God’s Word Reigns Supreme:
 When God sent word in the time of Daniel that the kingdom of Babylon would fall . . . it fell! Nothing could stop the powerful flow of God’s historical designs. In the same way, when God says in the book of Revelation that spiritual Babylon will fall in the last days—a fallen, counterfeit system of worship that opposes God’s rule and His reign—it’s going to fall too. Not only in terms of being a false system, which Revelation 14 warns us about, but also that it will meet its end. God’s eternal throne will stand forever, and Lucifer’s confused and coercive attacks will be just an obliterated memory. That’s wonderful news for God’s people, and why Maxwell entitled his book, so appropriately, God Cares.

Kingdom #2:
 Back in chapter 2, when Nebuchadnezzar had original dream about the great image, Daniel frankly told him: “After you, another kingdom will rise, inferior to yours.” Silver is less than gold. And here in Daniel 7, a bear isn’t the King of the Jungle nearly to the extent that a lion is. But when it comes right down to it, a bear beats a lion when the God of Heaven says it’s going to.“And there before me was a second beast, which looked like a bear. It was raised up on one of its sides, and it had three ribs in its mouth between its teeth. It was told, ‘Get up and eat your fill of flesh!’” (v. 5).

NIV Text Notes:
 “The bear, raised up on one of its sides, refers to the superior status of the Persians in the Medo-Persian federation.” Cyrus was really the ruler over a “coalition” empire, with Persia being stronger than its sister kingdom of Media. In Daniel 8, he has another vision where Medo-Persia is this time represented by a ram with two horns, one longer than the other. It’s the same imagery: Persia stronger than Media.
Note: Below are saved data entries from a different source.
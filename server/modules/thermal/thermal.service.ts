/** A socket's identified thermal path for the socket sheet: the run's identifications, baseline and flag. */
import { THERMAL_PATH_RISE_FRACTION, TREND_MIN_FITS } from '../../../shared/thermal/rules';
import type { SocketThermal } from '../../../shared/schemas/thermal';
import type { AppContext } from '../../context';
import { notFound } from '../../http/errors';
import { activeRunOfRig, fitsOfSocket, lastFlagRule, rigByCode, thermalFlagLive } from './thermal.data';

export class ThermalService {
  constructor(private readonly ctx: AppContext) {}

  async socket(code: string, socket: number): Promise<SocketThermal> {
    const rig = await rigByCode(this.ctx.ds, code);
    if (!rig) throw notFound(`Rig ${code}`);
    const run = await activeRunOfRig(this.ctx.ds, rig.id);
    const { fits, baselineThetaCPerW } = await fitsOfSocket(this.ctx.ds, rig.id, run?.id ?? null, socket);
    const good = fits.filter((f) => f.good);
    const flagged = await thermalFlagLive(this.ctx.ds, rig.id, socket);
    const withTrend = fits.filter((f) => f.trend !== null);
    return {
      rigCode: rig.code,
      socketIndex: socket,
      runId: run?.id ?? null,
      runCode: run?.code ?? null,
      baselineThetaCPerW,
      latestGood: good.length ? good[good.length - 1] : null,
      latest: fits.length ? fits[fits.length - 1] : null,
      riseLimitFraction: THERMAL_PATH_RISE_FRACTION,
      flagged,
      flagRule: flagged ? await lastFlagRule(this.ctx.ds, rig.id, run?.id ?? null, socket) : null,
      trend: withTrend.length ? withTrend[withTrend.length - 1].trend : null,
      trendMinFits: TREND_MIN_FITS,
      history: fits,
    };
  }
}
Three Ribs: NIV Bible students suggest that Medo-Persia celebrated three major conquests: Lydia in 546 B.C., then Babylon in 539, followed fourteen years after that by their victories over Egypt in the year 525.

Conclusion: 
What does this have to do with us? Everything! In Daniel 2, God’s message was plain: four world empires and then no more. After that, God comes to the rescue. Here in Daniel 7, it’s the same again. Four empires, four global titans, and then just a waiting time before Jesus returns. Mervyn Maxwell, who was a young boy living in bombed-out London during World War II, would sit in his flat along with Mom and Dad and listen to the BBC on the radio. Hitler was on the march. Poland had just collapsed. But even though the Maxwell family was concerned, it wasn’t fearful. Why? Because Bible prophecy expressly said that no world tyrant could ever dominate the world again. Only the Second Coming of Jesus could lead to a final one-world government. That was good news during the blacked-out nights of the second World War. And it’s equally good news today.